What the exercise asks –
Look through the data below for the line with "renderer = fig.canvas.get_renderer()", and transcribe it exactly together with each line after it up to and including the line with "assert np.allclose(ours, ref, rtol=1e-11, atol=0)". Give nothing else.

Extracted material –
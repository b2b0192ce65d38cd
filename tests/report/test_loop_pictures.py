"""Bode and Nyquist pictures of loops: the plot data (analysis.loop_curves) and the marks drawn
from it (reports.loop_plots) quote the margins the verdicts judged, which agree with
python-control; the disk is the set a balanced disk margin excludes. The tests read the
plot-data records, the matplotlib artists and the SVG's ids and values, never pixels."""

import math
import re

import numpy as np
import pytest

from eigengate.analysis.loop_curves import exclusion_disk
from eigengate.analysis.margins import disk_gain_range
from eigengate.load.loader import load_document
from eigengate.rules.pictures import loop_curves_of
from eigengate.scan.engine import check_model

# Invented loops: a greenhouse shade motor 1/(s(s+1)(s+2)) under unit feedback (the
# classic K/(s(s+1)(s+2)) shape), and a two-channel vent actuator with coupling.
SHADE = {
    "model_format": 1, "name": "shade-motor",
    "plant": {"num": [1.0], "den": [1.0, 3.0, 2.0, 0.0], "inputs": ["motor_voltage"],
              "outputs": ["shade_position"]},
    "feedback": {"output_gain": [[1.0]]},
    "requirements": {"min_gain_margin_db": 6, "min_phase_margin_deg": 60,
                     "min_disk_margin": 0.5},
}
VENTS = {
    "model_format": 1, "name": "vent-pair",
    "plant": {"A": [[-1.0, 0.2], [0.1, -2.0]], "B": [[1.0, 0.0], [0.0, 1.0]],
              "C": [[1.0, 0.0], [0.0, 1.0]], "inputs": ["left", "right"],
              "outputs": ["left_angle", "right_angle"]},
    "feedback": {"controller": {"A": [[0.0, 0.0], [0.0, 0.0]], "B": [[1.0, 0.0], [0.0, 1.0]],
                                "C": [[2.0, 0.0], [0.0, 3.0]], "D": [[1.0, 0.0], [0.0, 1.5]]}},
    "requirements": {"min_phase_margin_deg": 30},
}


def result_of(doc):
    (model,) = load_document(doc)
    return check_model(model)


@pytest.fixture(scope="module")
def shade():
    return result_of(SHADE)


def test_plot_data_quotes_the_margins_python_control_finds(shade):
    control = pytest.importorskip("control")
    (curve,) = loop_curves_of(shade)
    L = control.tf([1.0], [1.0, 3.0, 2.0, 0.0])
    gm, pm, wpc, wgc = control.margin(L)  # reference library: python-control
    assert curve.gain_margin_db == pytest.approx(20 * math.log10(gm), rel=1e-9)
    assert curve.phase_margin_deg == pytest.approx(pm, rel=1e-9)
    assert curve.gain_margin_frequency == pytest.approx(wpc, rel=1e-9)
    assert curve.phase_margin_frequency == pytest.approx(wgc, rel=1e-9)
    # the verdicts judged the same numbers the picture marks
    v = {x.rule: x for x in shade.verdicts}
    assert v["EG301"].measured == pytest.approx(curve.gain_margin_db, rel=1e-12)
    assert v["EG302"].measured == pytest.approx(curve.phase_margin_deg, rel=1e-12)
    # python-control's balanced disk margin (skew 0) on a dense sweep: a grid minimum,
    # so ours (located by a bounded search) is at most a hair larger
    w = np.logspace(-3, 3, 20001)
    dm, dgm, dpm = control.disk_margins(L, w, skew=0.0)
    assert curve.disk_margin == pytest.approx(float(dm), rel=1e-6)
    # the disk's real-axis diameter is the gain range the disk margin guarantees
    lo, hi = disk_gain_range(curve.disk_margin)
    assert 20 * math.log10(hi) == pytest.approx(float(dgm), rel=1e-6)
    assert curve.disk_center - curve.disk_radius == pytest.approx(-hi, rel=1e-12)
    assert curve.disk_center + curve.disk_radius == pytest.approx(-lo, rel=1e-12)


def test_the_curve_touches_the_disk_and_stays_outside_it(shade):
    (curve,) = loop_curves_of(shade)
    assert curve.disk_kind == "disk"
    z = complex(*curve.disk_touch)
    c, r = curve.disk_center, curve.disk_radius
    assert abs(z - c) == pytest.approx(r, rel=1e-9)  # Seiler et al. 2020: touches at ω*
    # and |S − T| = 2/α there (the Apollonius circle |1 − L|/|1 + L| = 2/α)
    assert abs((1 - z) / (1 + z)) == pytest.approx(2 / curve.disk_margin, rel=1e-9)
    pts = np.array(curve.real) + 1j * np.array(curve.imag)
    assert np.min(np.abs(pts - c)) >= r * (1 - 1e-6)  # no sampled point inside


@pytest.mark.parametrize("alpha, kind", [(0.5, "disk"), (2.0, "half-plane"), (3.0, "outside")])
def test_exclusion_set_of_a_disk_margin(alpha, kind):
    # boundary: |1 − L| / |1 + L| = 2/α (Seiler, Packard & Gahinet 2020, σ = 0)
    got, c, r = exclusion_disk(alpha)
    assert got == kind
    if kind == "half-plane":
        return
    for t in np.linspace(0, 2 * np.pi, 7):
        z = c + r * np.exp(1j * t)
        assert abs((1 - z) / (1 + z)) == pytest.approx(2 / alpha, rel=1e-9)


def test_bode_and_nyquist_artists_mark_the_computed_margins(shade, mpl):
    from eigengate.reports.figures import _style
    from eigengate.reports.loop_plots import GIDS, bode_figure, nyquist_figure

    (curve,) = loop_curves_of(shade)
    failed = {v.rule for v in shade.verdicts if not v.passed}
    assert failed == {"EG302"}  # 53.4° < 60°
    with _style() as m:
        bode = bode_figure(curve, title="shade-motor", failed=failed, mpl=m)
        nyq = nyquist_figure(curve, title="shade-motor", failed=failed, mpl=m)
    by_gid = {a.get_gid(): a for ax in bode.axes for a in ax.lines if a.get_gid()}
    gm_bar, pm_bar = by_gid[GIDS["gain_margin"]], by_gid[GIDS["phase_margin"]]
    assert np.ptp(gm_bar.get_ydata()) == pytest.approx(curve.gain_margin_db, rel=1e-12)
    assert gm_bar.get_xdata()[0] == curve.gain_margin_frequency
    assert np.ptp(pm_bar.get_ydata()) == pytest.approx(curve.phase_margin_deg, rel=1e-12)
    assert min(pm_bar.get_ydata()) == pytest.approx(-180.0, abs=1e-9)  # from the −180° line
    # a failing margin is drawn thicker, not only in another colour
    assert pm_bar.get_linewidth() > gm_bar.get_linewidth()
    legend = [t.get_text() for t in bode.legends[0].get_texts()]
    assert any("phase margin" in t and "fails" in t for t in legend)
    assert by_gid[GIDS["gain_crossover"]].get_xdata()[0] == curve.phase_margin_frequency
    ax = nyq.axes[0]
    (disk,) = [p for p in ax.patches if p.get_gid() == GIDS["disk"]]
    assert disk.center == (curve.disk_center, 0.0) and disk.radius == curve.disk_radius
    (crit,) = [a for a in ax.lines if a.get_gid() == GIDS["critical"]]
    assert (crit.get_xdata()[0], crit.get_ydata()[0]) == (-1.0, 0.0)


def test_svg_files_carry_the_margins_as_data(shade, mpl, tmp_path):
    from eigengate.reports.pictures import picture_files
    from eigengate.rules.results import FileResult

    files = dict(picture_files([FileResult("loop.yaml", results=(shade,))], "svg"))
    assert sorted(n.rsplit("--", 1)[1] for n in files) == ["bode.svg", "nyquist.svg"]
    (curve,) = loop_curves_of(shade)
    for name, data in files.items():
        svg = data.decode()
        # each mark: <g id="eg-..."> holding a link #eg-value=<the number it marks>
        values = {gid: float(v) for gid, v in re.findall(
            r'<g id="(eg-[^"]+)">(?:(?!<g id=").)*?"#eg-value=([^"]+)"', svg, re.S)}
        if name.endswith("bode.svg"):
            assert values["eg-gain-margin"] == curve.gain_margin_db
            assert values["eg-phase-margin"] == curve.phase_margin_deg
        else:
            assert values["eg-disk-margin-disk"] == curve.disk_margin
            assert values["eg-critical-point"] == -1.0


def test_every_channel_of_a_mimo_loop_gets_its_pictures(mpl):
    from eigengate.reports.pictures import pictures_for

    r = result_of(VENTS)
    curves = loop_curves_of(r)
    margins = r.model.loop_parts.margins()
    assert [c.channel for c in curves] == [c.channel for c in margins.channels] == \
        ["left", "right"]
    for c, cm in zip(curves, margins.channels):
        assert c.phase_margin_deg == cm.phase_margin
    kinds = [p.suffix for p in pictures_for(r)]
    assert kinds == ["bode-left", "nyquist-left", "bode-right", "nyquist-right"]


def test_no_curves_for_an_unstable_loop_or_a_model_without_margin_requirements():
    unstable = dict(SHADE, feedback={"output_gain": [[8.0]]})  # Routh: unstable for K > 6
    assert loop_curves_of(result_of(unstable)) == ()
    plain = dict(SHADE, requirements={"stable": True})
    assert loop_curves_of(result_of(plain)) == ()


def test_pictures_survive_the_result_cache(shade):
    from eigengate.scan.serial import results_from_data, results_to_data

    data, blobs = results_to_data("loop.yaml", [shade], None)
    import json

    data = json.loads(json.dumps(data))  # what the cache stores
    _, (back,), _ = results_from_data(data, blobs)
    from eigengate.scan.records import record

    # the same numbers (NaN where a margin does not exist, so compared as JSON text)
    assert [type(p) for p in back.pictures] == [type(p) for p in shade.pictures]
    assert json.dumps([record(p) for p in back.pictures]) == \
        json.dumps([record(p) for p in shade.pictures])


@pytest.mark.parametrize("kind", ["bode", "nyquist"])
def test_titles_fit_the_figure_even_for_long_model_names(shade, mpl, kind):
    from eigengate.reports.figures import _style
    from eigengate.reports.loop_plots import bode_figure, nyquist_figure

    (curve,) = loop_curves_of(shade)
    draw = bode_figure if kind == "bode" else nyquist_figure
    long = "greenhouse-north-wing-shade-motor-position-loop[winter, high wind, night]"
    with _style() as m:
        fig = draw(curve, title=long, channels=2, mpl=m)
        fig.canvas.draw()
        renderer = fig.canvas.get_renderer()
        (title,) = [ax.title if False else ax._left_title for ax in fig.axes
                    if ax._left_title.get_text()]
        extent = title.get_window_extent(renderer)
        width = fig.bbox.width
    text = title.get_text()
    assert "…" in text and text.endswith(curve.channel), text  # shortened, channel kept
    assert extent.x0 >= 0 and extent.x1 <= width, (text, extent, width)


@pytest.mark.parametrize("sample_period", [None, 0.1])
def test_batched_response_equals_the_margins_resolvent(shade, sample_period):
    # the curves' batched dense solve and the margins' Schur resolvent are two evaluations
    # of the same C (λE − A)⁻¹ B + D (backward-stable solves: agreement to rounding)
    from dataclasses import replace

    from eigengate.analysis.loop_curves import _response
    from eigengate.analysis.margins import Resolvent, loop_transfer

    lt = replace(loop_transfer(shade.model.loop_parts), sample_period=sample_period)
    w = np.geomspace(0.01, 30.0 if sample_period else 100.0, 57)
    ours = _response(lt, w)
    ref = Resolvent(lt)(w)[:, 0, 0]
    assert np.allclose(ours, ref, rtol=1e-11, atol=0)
...
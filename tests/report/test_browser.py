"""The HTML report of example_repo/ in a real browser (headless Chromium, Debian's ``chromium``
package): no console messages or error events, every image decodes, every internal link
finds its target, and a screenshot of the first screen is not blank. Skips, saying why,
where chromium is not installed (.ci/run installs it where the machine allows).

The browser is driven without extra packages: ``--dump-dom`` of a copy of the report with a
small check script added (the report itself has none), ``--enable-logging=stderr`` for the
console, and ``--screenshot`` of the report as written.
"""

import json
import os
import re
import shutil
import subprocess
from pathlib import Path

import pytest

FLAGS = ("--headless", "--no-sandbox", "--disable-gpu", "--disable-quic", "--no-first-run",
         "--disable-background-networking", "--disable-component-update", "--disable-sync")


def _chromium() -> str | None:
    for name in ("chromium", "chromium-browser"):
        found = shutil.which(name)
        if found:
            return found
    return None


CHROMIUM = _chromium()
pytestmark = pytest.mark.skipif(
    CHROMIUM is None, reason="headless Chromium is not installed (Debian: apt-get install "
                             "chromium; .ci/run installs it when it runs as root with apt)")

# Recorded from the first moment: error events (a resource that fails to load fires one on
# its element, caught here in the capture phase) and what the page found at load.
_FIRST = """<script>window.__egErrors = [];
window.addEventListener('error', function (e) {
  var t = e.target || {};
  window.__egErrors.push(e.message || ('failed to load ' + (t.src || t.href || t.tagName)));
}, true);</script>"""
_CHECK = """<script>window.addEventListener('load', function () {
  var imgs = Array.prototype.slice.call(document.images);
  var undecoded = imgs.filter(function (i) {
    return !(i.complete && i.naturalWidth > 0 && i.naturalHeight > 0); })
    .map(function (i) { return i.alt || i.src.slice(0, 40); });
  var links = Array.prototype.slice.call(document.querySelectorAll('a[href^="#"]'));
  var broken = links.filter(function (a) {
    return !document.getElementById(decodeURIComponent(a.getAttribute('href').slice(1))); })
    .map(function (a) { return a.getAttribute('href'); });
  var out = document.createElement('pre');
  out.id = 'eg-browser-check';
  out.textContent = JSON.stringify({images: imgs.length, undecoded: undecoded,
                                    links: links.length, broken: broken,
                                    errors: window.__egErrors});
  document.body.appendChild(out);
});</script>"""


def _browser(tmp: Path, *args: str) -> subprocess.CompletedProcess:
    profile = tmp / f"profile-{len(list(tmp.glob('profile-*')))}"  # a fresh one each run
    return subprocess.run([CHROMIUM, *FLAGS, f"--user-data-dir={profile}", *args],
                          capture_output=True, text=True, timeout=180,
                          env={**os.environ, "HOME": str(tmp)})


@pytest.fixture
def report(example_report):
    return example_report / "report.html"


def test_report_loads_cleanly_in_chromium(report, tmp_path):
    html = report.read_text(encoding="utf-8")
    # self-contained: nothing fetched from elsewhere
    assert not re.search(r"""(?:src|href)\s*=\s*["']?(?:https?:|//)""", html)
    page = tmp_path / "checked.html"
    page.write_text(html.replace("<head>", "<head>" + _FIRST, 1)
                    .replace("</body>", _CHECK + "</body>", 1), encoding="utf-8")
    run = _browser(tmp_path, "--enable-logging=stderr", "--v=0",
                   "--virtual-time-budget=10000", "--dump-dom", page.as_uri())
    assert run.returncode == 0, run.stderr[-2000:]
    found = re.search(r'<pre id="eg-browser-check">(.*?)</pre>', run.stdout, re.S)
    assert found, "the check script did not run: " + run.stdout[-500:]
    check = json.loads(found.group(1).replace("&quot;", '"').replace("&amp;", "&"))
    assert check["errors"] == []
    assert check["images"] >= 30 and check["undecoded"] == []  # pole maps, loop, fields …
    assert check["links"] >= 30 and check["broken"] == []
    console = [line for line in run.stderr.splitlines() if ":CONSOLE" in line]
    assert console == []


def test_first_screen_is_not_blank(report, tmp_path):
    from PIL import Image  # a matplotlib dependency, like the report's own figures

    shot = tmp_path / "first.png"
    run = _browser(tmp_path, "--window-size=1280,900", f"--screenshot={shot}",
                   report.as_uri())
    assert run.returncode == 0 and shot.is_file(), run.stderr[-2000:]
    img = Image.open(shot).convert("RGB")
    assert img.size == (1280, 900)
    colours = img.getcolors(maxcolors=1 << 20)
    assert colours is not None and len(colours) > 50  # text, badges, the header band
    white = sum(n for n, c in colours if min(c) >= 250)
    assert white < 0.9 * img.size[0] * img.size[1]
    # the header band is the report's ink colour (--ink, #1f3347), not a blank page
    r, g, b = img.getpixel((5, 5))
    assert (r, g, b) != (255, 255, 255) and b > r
* * *
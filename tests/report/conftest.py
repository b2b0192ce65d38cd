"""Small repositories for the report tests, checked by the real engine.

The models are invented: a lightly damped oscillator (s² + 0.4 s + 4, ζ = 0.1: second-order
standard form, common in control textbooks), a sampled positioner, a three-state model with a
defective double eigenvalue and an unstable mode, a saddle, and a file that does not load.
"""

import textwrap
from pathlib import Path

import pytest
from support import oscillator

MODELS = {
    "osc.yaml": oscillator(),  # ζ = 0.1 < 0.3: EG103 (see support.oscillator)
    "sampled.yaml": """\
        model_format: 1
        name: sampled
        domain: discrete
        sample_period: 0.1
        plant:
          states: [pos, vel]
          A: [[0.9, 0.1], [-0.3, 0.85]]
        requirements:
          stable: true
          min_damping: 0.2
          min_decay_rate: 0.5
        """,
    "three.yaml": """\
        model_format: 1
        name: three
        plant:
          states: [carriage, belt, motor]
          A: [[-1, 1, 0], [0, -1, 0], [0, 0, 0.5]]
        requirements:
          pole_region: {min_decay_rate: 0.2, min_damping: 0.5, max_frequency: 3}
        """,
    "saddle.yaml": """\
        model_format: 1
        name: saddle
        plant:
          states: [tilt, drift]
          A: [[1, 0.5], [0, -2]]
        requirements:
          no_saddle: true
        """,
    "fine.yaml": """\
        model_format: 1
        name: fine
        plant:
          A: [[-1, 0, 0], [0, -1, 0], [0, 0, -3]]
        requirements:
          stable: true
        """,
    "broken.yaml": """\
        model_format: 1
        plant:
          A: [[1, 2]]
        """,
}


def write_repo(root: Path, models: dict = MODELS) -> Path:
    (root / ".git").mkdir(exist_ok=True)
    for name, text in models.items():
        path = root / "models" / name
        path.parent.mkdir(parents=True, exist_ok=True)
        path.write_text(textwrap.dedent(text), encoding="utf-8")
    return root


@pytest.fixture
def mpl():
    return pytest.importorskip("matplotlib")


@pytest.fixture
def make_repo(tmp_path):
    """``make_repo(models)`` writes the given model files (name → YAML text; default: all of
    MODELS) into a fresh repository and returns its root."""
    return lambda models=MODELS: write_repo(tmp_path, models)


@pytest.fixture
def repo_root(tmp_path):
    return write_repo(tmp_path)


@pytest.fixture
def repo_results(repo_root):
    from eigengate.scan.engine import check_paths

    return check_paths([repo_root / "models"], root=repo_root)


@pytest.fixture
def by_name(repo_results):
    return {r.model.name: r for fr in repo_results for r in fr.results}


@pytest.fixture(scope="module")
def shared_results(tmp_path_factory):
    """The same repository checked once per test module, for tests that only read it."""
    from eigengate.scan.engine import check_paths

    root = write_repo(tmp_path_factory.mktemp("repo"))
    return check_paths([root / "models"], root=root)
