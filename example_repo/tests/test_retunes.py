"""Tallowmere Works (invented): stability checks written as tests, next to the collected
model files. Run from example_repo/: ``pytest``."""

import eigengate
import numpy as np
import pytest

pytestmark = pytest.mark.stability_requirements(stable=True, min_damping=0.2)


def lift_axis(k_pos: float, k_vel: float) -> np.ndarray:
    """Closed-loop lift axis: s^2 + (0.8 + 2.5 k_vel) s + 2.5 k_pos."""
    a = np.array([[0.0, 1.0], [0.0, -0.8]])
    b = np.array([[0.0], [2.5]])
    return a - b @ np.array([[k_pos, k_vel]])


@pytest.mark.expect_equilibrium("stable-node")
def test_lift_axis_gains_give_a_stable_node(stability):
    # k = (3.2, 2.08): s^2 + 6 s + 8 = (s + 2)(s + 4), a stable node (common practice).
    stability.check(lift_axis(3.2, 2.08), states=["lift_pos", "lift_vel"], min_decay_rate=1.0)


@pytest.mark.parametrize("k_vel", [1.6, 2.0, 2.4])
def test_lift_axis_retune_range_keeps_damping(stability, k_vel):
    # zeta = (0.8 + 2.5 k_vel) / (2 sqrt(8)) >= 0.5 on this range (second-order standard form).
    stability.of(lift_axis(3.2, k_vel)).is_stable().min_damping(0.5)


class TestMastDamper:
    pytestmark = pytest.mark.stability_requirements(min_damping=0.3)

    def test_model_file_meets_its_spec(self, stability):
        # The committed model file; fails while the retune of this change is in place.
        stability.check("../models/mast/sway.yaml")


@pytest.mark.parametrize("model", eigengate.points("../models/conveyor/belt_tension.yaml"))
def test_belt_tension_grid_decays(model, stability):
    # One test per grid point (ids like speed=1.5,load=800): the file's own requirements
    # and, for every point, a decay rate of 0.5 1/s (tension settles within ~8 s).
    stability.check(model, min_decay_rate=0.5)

Result of this exercise –
        renderer = fig.canvas.get_renderer()
        (title,) = [ax.title if False else ax._left_title for ax in fig.axes
                    if ax._left_title.get_text()]
        extent = title.get_window_extent(renderer)
        width = fig.bbox.width
    text = title.get_text()
    assert "…" in text and text.endswith(curve.channel), text  # shortened, channel kept
    assert extent.x0 >= 0 and extent.x1 <= width, (text, extent, width)


@pytest.mark.parametrize("sample_period", [None, 0.1])
def test_batched_response_equals_the_margins_resolvent(shade, sample_period):
    # the curves' batched dense solve and the margins' Schur resolvent are two evaluations
    # of the same C (λE − A)⁻¹ B + D (backward-stable solves: agreement to rounding)
    from dataclasses import replace

    from eigengate.analysis.loop_curves import _response
    from eigengate.analysis.margins import Resolvent, loop_transfer

    lt = replace(loop_transfer(shade.model.loop_parts), sample_period=sample_period)
    w = np.geomspace(0.01, 30.0 if sample_period else 100.0, 57)
    ours = _response(lt, w)
    ref = Resolvent(lt)(w)[:, 0, 0]
    assert np.allclose(ours, ref, rtol=1e-11, atol=0)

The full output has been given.